* _Problem description_:
Beginning with the line below that contains "many days until" and ending with the line that contains "many weeks until", copy every line exactly. Copy nothing else.

-- Opening Marker --

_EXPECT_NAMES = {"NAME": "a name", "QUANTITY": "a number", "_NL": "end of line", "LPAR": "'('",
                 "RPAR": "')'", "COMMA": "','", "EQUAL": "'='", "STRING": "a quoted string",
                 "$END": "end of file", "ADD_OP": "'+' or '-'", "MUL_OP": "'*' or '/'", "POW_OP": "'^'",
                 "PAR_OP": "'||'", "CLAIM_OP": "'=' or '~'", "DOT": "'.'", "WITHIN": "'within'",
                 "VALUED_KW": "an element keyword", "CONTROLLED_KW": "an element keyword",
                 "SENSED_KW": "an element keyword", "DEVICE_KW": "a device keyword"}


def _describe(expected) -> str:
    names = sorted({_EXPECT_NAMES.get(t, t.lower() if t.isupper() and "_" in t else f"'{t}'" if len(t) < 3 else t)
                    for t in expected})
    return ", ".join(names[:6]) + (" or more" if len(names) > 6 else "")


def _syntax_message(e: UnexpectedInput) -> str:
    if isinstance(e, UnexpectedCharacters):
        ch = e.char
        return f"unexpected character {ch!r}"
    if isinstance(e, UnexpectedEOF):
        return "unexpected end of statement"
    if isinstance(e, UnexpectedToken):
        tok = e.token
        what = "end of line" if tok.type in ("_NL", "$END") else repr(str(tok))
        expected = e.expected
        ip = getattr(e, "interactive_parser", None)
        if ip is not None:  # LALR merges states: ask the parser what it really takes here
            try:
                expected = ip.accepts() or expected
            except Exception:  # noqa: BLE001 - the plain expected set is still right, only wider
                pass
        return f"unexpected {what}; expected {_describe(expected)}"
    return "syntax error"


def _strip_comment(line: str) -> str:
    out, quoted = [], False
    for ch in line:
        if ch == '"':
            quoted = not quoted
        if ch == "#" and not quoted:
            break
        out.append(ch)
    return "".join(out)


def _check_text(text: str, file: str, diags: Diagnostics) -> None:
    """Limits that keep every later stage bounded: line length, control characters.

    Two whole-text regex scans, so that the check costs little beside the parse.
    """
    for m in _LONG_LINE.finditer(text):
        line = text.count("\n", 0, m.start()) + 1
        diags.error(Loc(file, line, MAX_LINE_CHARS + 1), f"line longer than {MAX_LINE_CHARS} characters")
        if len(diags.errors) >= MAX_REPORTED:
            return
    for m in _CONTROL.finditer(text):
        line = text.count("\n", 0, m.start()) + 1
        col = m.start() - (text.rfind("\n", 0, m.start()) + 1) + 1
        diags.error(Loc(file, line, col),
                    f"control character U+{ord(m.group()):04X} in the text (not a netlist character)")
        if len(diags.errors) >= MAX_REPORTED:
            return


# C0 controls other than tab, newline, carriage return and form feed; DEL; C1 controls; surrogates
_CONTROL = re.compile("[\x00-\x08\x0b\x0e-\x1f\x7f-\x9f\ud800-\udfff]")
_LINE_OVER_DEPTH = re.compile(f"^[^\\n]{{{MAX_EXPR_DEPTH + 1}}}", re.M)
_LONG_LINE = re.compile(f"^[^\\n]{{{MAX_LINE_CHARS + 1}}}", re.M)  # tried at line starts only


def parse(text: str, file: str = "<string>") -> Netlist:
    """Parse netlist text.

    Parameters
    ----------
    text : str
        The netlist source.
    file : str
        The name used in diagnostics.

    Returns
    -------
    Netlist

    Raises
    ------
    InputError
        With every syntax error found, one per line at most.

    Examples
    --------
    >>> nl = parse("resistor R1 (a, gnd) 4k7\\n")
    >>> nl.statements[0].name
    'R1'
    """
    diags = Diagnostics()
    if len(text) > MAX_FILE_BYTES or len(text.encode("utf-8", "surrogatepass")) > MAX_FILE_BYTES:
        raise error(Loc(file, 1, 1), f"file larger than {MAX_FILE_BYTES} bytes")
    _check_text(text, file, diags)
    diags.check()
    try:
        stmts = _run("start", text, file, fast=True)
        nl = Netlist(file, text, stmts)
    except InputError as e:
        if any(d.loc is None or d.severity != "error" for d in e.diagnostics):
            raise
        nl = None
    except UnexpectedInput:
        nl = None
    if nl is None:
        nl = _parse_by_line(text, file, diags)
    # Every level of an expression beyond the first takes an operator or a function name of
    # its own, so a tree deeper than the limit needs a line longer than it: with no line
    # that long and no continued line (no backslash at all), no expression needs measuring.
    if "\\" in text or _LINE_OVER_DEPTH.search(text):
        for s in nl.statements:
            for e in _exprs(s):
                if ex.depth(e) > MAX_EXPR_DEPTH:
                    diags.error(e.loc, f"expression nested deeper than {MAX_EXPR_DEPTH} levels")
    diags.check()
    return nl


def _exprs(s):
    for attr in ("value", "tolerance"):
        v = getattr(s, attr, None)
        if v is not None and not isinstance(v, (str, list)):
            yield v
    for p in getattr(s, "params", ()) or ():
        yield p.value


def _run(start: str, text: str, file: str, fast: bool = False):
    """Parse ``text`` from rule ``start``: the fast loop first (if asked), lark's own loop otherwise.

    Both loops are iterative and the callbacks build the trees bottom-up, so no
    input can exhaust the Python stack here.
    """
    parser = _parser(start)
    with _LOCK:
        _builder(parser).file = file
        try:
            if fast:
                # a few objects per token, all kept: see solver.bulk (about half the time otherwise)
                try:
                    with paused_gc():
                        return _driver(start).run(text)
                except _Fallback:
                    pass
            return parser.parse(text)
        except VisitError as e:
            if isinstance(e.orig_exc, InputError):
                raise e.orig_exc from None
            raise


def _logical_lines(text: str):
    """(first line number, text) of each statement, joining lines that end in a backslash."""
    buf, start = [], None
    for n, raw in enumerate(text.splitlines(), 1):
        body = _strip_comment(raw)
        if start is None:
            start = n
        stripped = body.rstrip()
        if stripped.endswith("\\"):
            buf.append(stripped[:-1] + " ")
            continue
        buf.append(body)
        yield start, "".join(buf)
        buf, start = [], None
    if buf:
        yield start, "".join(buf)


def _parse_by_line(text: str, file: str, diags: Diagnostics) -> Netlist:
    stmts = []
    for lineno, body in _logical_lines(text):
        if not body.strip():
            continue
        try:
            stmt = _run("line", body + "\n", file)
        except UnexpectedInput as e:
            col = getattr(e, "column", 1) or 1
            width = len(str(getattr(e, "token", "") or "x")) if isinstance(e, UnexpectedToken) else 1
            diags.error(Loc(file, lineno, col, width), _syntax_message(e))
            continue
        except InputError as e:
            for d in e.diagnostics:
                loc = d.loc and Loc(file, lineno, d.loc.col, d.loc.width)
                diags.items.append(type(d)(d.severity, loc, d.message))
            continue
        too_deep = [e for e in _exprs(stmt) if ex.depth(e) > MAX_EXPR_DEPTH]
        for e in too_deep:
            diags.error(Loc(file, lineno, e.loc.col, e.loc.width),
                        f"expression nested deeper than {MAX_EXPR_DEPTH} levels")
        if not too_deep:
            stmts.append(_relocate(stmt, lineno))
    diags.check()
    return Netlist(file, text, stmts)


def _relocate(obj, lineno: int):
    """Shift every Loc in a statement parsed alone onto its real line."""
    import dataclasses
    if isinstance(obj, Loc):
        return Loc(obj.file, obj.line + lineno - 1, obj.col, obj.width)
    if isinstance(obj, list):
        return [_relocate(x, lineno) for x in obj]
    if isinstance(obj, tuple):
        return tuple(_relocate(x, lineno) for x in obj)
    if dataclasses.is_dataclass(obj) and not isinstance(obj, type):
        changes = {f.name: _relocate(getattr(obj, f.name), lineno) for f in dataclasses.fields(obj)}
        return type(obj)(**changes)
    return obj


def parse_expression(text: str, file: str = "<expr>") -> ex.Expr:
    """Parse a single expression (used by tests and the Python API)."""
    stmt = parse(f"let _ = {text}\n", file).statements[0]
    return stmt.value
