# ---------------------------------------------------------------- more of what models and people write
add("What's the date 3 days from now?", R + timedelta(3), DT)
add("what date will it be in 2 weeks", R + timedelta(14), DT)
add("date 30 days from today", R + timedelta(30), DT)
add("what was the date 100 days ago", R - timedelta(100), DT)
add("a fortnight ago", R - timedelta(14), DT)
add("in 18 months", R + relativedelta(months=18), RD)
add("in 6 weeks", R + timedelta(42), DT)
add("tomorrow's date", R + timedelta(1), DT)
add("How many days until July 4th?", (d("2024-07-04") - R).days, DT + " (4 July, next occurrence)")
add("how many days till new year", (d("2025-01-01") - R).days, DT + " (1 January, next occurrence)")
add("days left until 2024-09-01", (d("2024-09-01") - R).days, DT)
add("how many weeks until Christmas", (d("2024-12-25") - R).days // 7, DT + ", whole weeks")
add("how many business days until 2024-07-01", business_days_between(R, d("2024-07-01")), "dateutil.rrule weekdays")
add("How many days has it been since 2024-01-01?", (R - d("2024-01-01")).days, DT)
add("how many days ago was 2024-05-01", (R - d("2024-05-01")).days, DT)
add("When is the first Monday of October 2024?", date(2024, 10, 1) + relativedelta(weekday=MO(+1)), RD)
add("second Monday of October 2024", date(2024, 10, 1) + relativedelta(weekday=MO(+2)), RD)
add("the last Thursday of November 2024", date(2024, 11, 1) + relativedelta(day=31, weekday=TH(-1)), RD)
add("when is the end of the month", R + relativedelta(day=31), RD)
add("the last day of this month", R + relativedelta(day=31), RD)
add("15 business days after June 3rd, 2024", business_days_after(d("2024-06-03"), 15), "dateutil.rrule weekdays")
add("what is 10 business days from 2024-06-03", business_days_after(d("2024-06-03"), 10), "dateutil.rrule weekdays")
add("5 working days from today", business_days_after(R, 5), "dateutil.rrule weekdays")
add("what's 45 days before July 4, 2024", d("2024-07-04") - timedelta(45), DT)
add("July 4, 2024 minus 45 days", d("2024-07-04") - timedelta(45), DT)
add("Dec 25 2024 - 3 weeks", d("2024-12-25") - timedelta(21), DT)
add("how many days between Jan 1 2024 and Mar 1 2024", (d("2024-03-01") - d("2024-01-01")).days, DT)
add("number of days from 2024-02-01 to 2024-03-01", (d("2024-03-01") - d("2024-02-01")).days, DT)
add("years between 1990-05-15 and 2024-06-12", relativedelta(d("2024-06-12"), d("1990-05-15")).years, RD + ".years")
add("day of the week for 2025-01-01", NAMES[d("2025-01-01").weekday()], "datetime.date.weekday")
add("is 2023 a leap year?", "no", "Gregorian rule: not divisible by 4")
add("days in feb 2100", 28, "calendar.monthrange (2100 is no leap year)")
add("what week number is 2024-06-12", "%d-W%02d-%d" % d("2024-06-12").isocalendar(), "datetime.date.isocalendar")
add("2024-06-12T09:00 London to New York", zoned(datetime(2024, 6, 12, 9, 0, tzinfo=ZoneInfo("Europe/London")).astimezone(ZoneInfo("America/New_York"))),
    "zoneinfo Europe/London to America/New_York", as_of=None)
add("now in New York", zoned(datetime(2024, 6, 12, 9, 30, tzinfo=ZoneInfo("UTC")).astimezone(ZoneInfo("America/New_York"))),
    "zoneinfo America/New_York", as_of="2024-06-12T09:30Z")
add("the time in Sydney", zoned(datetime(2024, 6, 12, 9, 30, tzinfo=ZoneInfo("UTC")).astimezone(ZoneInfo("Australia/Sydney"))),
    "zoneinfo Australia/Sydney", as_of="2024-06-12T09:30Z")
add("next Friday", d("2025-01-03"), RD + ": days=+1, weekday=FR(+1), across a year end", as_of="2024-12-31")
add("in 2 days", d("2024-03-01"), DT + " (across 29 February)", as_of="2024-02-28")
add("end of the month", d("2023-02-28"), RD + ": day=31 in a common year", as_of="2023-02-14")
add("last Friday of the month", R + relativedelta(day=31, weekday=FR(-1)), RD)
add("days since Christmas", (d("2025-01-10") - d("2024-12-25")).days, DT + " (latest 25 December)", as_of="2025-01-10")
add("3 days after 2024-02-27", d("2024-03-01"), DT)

-- Closing Marker --

* _Answer to the problem_:
add("How many days until July 4th?", (d("2024-07-04") - R).days, DT + " (4 July, next occurrence)")
add("how many days till new year", (d("2025-01-01") - R).days, DT + " (1 January, next occurrence)")
add("days left until 2024-09-01", (d("2024-09-01") - R).days, DT)
add("how many weeks until Christmas", (d("2024-12-25") - R).days // 7, DT + ", whole weeks")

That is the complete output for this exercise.